🤖 AI Summary
Industrial automation demands flexible control policies capable of adapting to dynamic tasks and environments, yet current LLM-based agents lack standardized planning benchmarks. To address this, we introduce the first LLM agent planning and control benchmark tailored for industrial automation, built upon an executable Blocksworld simulation environment and encompassing five progressively complex task categories. We innovatively propose the Model Context Protocol (MCP) as a unified tool interface, enabling plug-and-play integration and fair evaluation across heterogeneous agent architectures.

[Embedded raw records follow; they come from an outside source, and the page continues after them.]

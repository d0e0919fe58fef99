"""Entries from short cases, and random histories of one record on several devices."""

from __future__ import annotations

import json
import random
from datetime import datetime
from typing import Any

from fieldlog.ledger.entry import Entry
from fieldlog.ledger.merge import Merged, merge
from fieldlog.ledger.names import entry_name, split_name
from fieldlog.ledger.project import project
from fieldlog.sheet.times import wire_time

DEVICES = ("0" * 15, "1" * 15, "a" * 15, "f" + "z" * 14)

VALUES: dict[str, tuple[Any, ...]] = {
    "note": ("steep", "crête", "", None, "砂 \U0001f3dc"),
    "crest_read_deg": (0, 44.5, 359.9, {"absent": "none_here"}, {"absent": "not_measurable"}, None),
    "slip_face_read_deg": (12, 300.25, {"absent": "none_here"}, None),
    "declination_deg": (-11.25, 0.5, 2, None),
    "north": ("magnetic", "true", "grid", None),
    "transcribed": (True, False),
    "crossed_out": ("wrong dune", "", None),
    "unheard_of": ({"b": [1, {"d": 2, "c": None}], "a": 0.1}, {"a": 0.1, "b": [1, {"c": None, "d": 2}]}, "toString"),
    "constructor": (1, 2),
}


def entry_of(case: dict[str, Any]) -> Entry:
    """The entry of a short case: its name, `hlc` in milliseconds, and what the text says."""
    device, n = split_name(case["name"])
    said = {key: value for key, value in case.items() if key not in ("name", "hlc", "kind", "offset")}
    body = {
        "v": 0, "app": "0.1.0", "by": entry_name(DEVICES[0], 1), "survey": "0" * 10, "kind": case.get("kind", "site"),
        **said, "hlc": f"{case['hlc']:012x}.0000", "offset": case.get("offset"), "made_at": "2026-03-04T05:06:07.123Z",
    }
    return Entry(device, n, json.dumps(body, ensure_ascii=False))


def wire(entries: list[Entry]) -> list[dict[str, Any]]:
    """The entries as they travel to the other language."""
    return [{"device": entry.device, "n": entry.n, "text": entry.text} for entry in entries]


def added_up(merged: Merged) -> dict[str, Any]:
    """A merged record and its row as plain JSON values, as tests/ledger/added_up.js gives them."""
    row = project(merged) if merged.created else None
    return {
        "created": merged.created.name if merged.created else None,
        "values": merged.values,
        "heads": {field: list(names) for field, names in merged.heads.items()},
        "frontier": list(merged.frontier),
        "two_versions": {
            field: [{"entry": version.entry, "value": version.value} for version in versions]
            for field, versions in merged.two_versions.items()
        },
        "row": row and {
            field: wire_time(value) if isinstance(value, datetime) else value for field, value in row.items()
        },
    }


def random_history(seed: int) -> list[Entry]:
    """An observation created by one device, then changed by up to four that now and then meet.

    Clocks are up to a year off. Entries come back shuffled; one time in ten the creating entry is
    missing, as when a page of changes ends before it.
    """
    source = random.Random(seed)
    clocks = {device: source.randrange(1_700_000_000_000, 1_730_000_000_000) for device in DEVICES}
    first = entry_of({
        "name": entry_name(DEVICES[0], 1), "hlc": clocks[DEVICES[0]], "kind": "observation",
        "set": {"site": entry_name(DEVICES[1], 1), "observed_at": "2026-03-04T05:06:07Z", **_values(source)},
    })
    counters = dict.fromkeys(DEVICES, 1)
    seen = {device: [first] for device in DEVICES}
    for _ in range(source.randrange(9)):
        device = source.choice(DEVICES)
        if source.random() < 0.4:
            other = source.choice(DEVICES)
            known = {entry.name for entry in seen[device]}
            seen[device] += [entry for entry in seen[other] if entry.name not in known]
        merged = merge(seen[device])
        values = _values(source)
        counters[device] += 1
        clocks[device] += source.choice((0, 1, 5_000))
        seen[device].append(entry_of({
            "name": entry_name(device, counters[device]), "hlc": clocks[device], "kind": "observation", "set": values,
            "record": first.name, "over": {field: list(merged.heads.get(field, ())) for field in values},
            "saw": list(merged.frontier),
        }))
    everything = list({entry.name: entry for entries in seen.values() for entry in entries}.values())
    if len(everything) > 1 and source.random() < 0.1:
        everything.remove(first)
    source.shuffle(everything)
    return everything


def _values(source: random.Random) -> dict[str, Any]:
    fields = source.sample(sorted(VALUES), source.randrange(1, 4))
    return {field: source.choice(VALUES[field]) for field in fields}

The benchmark features modular design, automated evaluation pipelines, and a comprehensive quantitative metric suite; its feasibility has been validated using single-agent architectures. As an open-source platform, it fills a critical gap in systematic, reproducible benchmarking for LLM agent planning—establishing a foundation for rigorous, scalable research in intelligent control.
📝 Abstract
Industrial automation increasingly requires flexible control strategies that can adapt to changing tasks and environments. Agents based on Large Language Models (LLMs) offer potential for such adaptive planning and execution but lack standardized benchmarks for systematic comparison. We introduce a benchmark with an executable simulation environment representing the Blocksworld problem providing five complexity categories. By integrating the Model Context Protocol (MCP) as a standardized tool interface, diverse agent architectures can be connected to and evaluated against the benchmark without implementation-specific modifications. A single-agent implementation demonstrates the benchmark's applicability, establishing quantitative metrics for comparison of LLM-based planning and execution approaches.